P148 Precise definition of HLA-antibody by ruling out false positive reactivity from luminex single antigen assay in supporting succesful thoracic organ transplantation

Aim False positive antigen specificities (FPAS) from the Luminex Single Antigen (LSA) Assay are difficult to identify due to multiple interfering factors and various corresponding resolving approaches. Over calling antibodies limits a patient’s access to deceased donor organs and can result in erroneous immune therapy.

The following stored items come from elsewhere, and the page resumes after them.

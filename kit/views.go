package kit

import (
	"bytes"
	"fmt"
	"math"

	"coilwright/cam/cut"
	"coilwright/cam/geom"
	"coilwright/cam/plot"
	"coilwright/cam/svg"
	"coilwright/parts"
	"coilwright/parts/sheet"
)

// Layers of the side and plan view drawings.
const (
	layerWire      = "WIRE"
	layerReflector = "REFLECTOR"
	layerRod       = "ROD"
	layerCable     = "CABLE"
	layerDim       = "DIM"
)

// drawingScales are the scales a framed drawing may take, largest first:
// the printed size over the true size.
var drawingScales = [...]float64{2, 1, 0.5, 0.2, 0.1, 0.05, 0.02, 0.01}

// Room a framed drawing may take on an A4 text width, in mm.
const (
	viewMaxWidthMM  = 160
	viewMaxHeightMM = 190
	// dimTextMM is the printed height of dimension text.
	dimTextMM = 2.5
)

// fitScale returns the largest standard scale at which a drawing of size
// (w, h) mm fits the room.
func fitScale(w, h float64) float64 {
	for _, s := range drawingScales {
		if w*s <= viewMaxWidthMM && h*s <= viewMaxHeightMM {
			return s
		}
	}
	return drawingScales[len(drawingScales)-1]
}

// fitWithText returns the largest standard scale at which the drawing
// draw makes for that scale (its text sized for it) fits the room.
func fitWithText(draw func(scale float64) geom.Drawing) float64 {
	for _, s := range drawingScales {
		sz := draw(s).Bounds().Size()
		if sz.X*s <= viewMaxWidthMM && sz.Y*s <= viewMaxHeightMM {
			return s
		}
	}
	return drawingScales[len(drawingScales)-1]
}

// rectContour is a closed axis-aligned rectangle.
func rectContour(x0, y0, x1, y1 float64) geom.Contour {
	return geom.Contour{Closed: true, Vertices: []geom.Vertex{{P: geom.Vec2{X: x0, Y: y0}}, {P: geom.Vec2{X: x1, Y: y0}}, {P: geom.Vec2{X: x1, Y: y1}}, {P: geom.Vec2{X: x0, Y: y1}}}}
}

// openContour is a polyline as an open contour.
func openContour(p geom.Polyline) geom.Contour {
	c := geom.Contour{Vertices: make([]geom.Vertex, len(p))}
	for i, v := range p {
		c.Vertices[i].P = v
	}
	return c
}

// addDimensions draws each dimension on the DIM layer: its extension
// lines, the dimension line with short end ticks, and its text, textH mm
// high in drawing units, above the middle of the line where it fits and
// is free, else where labelPlacer finds room (no two labels overlap).
func addDimensions(d *geom.Drawing, dims []geom.Dimension, textH float64) {
	type label struct {
		dm   geom.Dimension
		a, b geom.Vec2
		ang  float64
		n    geom.Vec2
	}
	var labels []label
	for _, dm := range dims {
		a, b := dm.Line()
		ext := func(p, q geom.Vec2) geom.Line { // from p past q by textH/2
			v := q.Sub(p)
			if l := v.Len(); l > 0 {
				q = q.Add(v.Scale(textH / 2 / l))
			}
			return geom.Line{A: p, B: q}
		}
		d.Add(layerDim, ext(dm.A, a), ext(dm.B, b), geom.Line{A: a, B: b})
		u := b.Sub(a)
		l := u.Len()
		if l == 0 {
			continue
		}
		u = u.Scale(1 / l)
		n := geom.Vec2{X: -u.Y, Y: u.X}
		tick := u.Add(n).Scale(textH / 3)
		for _, p := range []geom.Vec2{a, b} {
			d.Add(layerDim, geom.Line{A: p.Sub(tick), B: p.Add(tick)})
		}
		ang := math.Atan2(u.Y, u.X)
		if ang > math.Pi/2+1e-9 || ang < -math.Pi/2+1e-9 {
			ang += math.Pi // keep text readable from below or the right
			n = n.Scale(-1)
		}
		if ang < -math.Pi/2+1e-9 {
			ang += math.Pi
		}
		labels = append(labels, label{dm, a, b, ang, n})
	}
	// Every line is drawn before any text is placed, so a label keeps
	// clear of the dimensions that come after it too.
	p := newLabelPlacer(*d, textH/10)
	for _, lb := range labels {
		d.Add(layerDim, p.place(dimensionLabels(lb.dm, lb.a, lb.b, lb.ang, lb.n, textH)))
	}
}

// sideDrawing draws the side view of v: reflector, support rod, feed
// cable, the wire's centreline and the dimensions, dimension text sized
// for printing at scale.
func sideDrawing(v sheet.SideView, scale float64) geom.Drawing {
	var d geom.Drawing
	d.Add(layerReflector, rectContour(-v.ReflectorWidth/2, -v.ReflectorThick, v.ReflectorWidth/2, 0))
	if v.RodDiameter > 0 {
		d.Add(layerRod, rectContour(-v.RodDiameter/2, 0, v.RodDiameter/2, v.RodLength))
	}
	d.Add(layerCable, rectContour(v.CoaxX-v.CoaxOuter/2, -v.ReflectorThick-v.CableShown, v.CoaxX+v.CoaxOuter/2, -v.ReflectorThick))
	d.Add(layerWire, openContour(v.Wire))
	addDimensions(&d, v.Dimensions, dimTextMM/scale)
	return d
}

// planDrawing draws the plan view from above: the reflector as cut (when
// there is one), the wire's centreline projected on it, and the coil's
// base and top diameters.
func planDrawing(d *parts.Design, scale float64) geom.Drawing {
	var out geom.Drawing
	if r := d.Patterns.Reflector; r != nil {
		for _, l := range r.Drawing.Layers {
			out.Add(layerReflector, l.Entities...)
		}
	}
	c := d.Coil
	n := int(96*c.Turns) + 1
	wire := make(geom.Polyline, n+1)
	for i := range wire {
		p := c.Point(c.Span() * float64(i) / float64(n))
		wire[i] = geom.Vec2{X: p.X, Y: p.Y}
	}
	out.Add(layerWire, openContour(wire))
	rb, rt := c.StartRadius, c.EndRadius
	u := 2 * math.Max(rb, rt) / 6
	// Both above the coil, the top's nearer (the plate's name is below the
	// centre): the base's line clears the top's text by a text height.
	textH := dimTextMM / scale
	dims := []geom.Dimension{{A: geom.Vec2{X: -rb, Y: 0}, B: geom.Vec2{X: rb, Y: 0}, Offset: math.Max(rb, rt) + u, Text: fmt.Sprintf("Ø%.2f base", 2*rb)}}
	if math.Abs(rb-rt) > 0.005 {
		dims[0].Offset += 2.5 * textH
		dims = append(dims, geom.Dimension{A: geom.Vec2{X: -rt, Y: 0}, B: geom.Vec2{X: rt, Y: 0}, Offset: math.Max(rb, rt) + u, Text: fmt.Sprintf("Ø%.2f top", 2*rt)})
	}
	addDimensions(&out, dims, textH)
	return out
}

// framedDrawing writes d as a drawing SVG and frames it at scale.
func framedDrawing(d geom.Drawing, frame *geom.Box2, title, note string, scale float64) ([]byte, error) {
	var in bytes.Buffer
	if err := svg.WriteSVG(&in, d, svg.SVGOptions{Frame: frame, Title: title}); err != nil {
		return nil, err
	}
	var out bytes.Buffer
	if err := plot.WriteDrawing(&out, plot.Drawing{Title: title, Note: note, SVG: in.Bytes(), Scale: scale}, plot.DrawingOptions{}); err != nil {
		return nil, err
	}
	return out.Bytes(), nil
}

// scaleWords returns "1:2", "1:1" or "2:1".
func scaleWords(s float64) string {
	if s >= 1 {
		return num(s) + ":1"
	}
	return "1:" + num(math.Round(1/s))
}

// viewPlots draws the side and plan views, each flat part as designed, and
// for a batch each part's nested sheet.
func (k *Kit) viewPlots() ([]plotFile, error) {
	d := k.Design
	var out []plotFile
	add := func(name, title, caption string, dr geom.Drawing, frame *geom.Box2, note string, s float64) error {
		caption += " Scale " + scaleWords(s) + " when printed at 100 %."
		b, err := framedDrawing(dr, frame, title, note, s)
		if err != nil {
			return fmt.Errorf("%s: %w", name, err)
		}
		out = append(out, plotFile{Name: name, Title: title, Caption: caption, SVG: b})
		return nil
	}
	fit := func(b geom.Box2) float64 { sz := b.Size(); return fitScale(sz.X, sz.Y) }
	// The views carry dimension text sized for their scale, and where the
	// text goes depends on its size: take the largest scale at which the
	// view, text and all, fits.
	sv := sheet.NewSideView(d, k.cutList)
	s := fitWithText(func(s float64) geom.Drawing { return sideDrawing(sv, s) })
	with := "with the support rod and the feed cable"
	if sv.RodDiameter == 0 {
		with = "with the feed cable (this kit has no support rod)"
	}
	if err := add("plot-side.svg", "Side view", fmt.Sprintf("The %s coil on its wire centreline over the reflector, %s; dimensions in mm.", d.Coil.Hand, with),
		sideDrawing(sv, s), nil, "Dimensions in mm; the wire is drawn on its centreline.", s); err != nil {
		return nil, err
	}
	s = fitWithText(func(s float64) geom.Drawing { return planDrawing(d, s) })
	if err := add("plot-plan.svg", "Plan view", "The coil seen from above over the reflector as cut (feed hole at the start tick); dimensions in mm.",
		planDrawing(d, s), nil, "Seen from above, away from the reflector; dimensions in mm.", s); err != nil {
		return nil, err
	}
	for _, c := range k.parts {
		if err := add("plot-"+c.name+".svg", c.title+" as designed", c.title+" as designed (true outline, before any kerf offset): cut lines red, marks blue.",
			c.nominal, nil, c.label, fit(c.nominal.Bounds())); err != nil {
			return nil, err
		}
	}
	if d.Spec.Quantity > 1 {
		for _, c := range k.parts {
			frame := geom.Box2{Max: geom.Vec2{X: c.sheet.Width, Y: c.sheet.Height}}
			note := fmt.Sprintf("Sheet %s × %s mm: %d parts per sheet, %d sheets for %d.", num(c.sheet.Width), num(c.sheet.Height), c.nest.PerSheet, c.nest.Sheets, d.Spec.Quantity)
			if err := add("plot-panel-"+c.name+".svg", c.title+": nested sheet", c.title+" parts nested on one stock sheet (kerf offset applied). "+note,
				panelWithSheet(c), &frame, note, fit(frame)); err != nil {
				return nil, err
			}
		}
	}
	return out, nil
}

// panelWithSheet is a part's nested sheet with the sheet's edge drawn.
func panelWithSheet(c cutPart) geom.Drawing {
	d := cut.PanelDrawing(c.cut, c.nest)
	d.Add("SHEET", rectContour(0, 0, c.sheet.Width, c.sheet.Height))
	return d
}
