package kit

import (
	"testing"

	"coilwright/templates"
)

// BenchmarkBuild plans and writes every output of each demo into memory:
// the whole build, former mesh included, as build does it less the disk.
// Besides wall time it reports the process's CPU time per build (user and
// system, all threads: the figure that holds on a busy machine) and the
// process's peak resident memory so far (run one demo at a time for its
// own figure).
func BenchmarkBuild(b *testing.B) {
	for _, demo := range templates.Demos() {
		b.Run(demo, func(b *testing.B) {
			b.ReportAllocs()
			cpu0 := cpuTime()
			for b.Loop() {
				k := demoKit(b, demo, Options{Version: "bench"})
				var m Memory
				if err := k.Write(&m, nil); err != nil {
					b.Fatal(err)
				}
			}
			b.ReportMetric(float64(cpuTime()-cpu0)/float64(b.N), "cpu-ns/op")
			if kb := peakRSSKB(); kb > 0 {
				b.ReportMetric(float64(kb)/1024, "peak-RSS-MB")
			}
		})
	}
}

Here we report how to properly identify and resolve FPAS from LSA assays to precisely provide HLA-antibody results in supporting Thoracic Organ Transplantation (TOT). Methods We retrospectively studied 66 TOT cases that had suspected FPAS reactions with LSA assays. The initial antibody work up was tested by LSA and FlowPRA Screening Beads. Discordance between the two assays and/or ambiguity were verified by Luminex Phenotype Beads. LSA was used for all antibody follow up. If an obvious antibody increase was observed, further investigation for sensitizing events and/or possible interfering medication (such as IvIg), warranted additional testing. Detailed approaches for FPAS identification and resolution are listed in Table 1a. Results Of the 66 FPAS cases, 56 (85%) were caused by denatured antigen (dAg) and 10 (15%) were due to IvIg infusion. The distribution of complete FPAS and partial FPAS (the mixture of true positive and FPAS) from dAg and IvIg were almost equal, 54% vs 46% and 50% vs 50%, respectively. The FPAS dAg patterns with highest occurring frequencies were Cw1, Cw12, Cw15 (27%) from class I and DP1, DP11, DP13, DP6, DQ4 (34%) from class II. The elimination of FPAS reduced the average PRA by 67% from dAg and 78% from IvIg interference. 22 cases received TOT after FPAS were ruled out (Table 1b). Conclusions FPAS is the prevalent issue of LSA when false negativity is eliminated by serum EDTA treatment. Alternative assays by multiple platforms, supplementary LSA data analysis, and referencing clinical records are warranted for ruling out FPAS. This provides precise antibody testing results for successful access to TOT.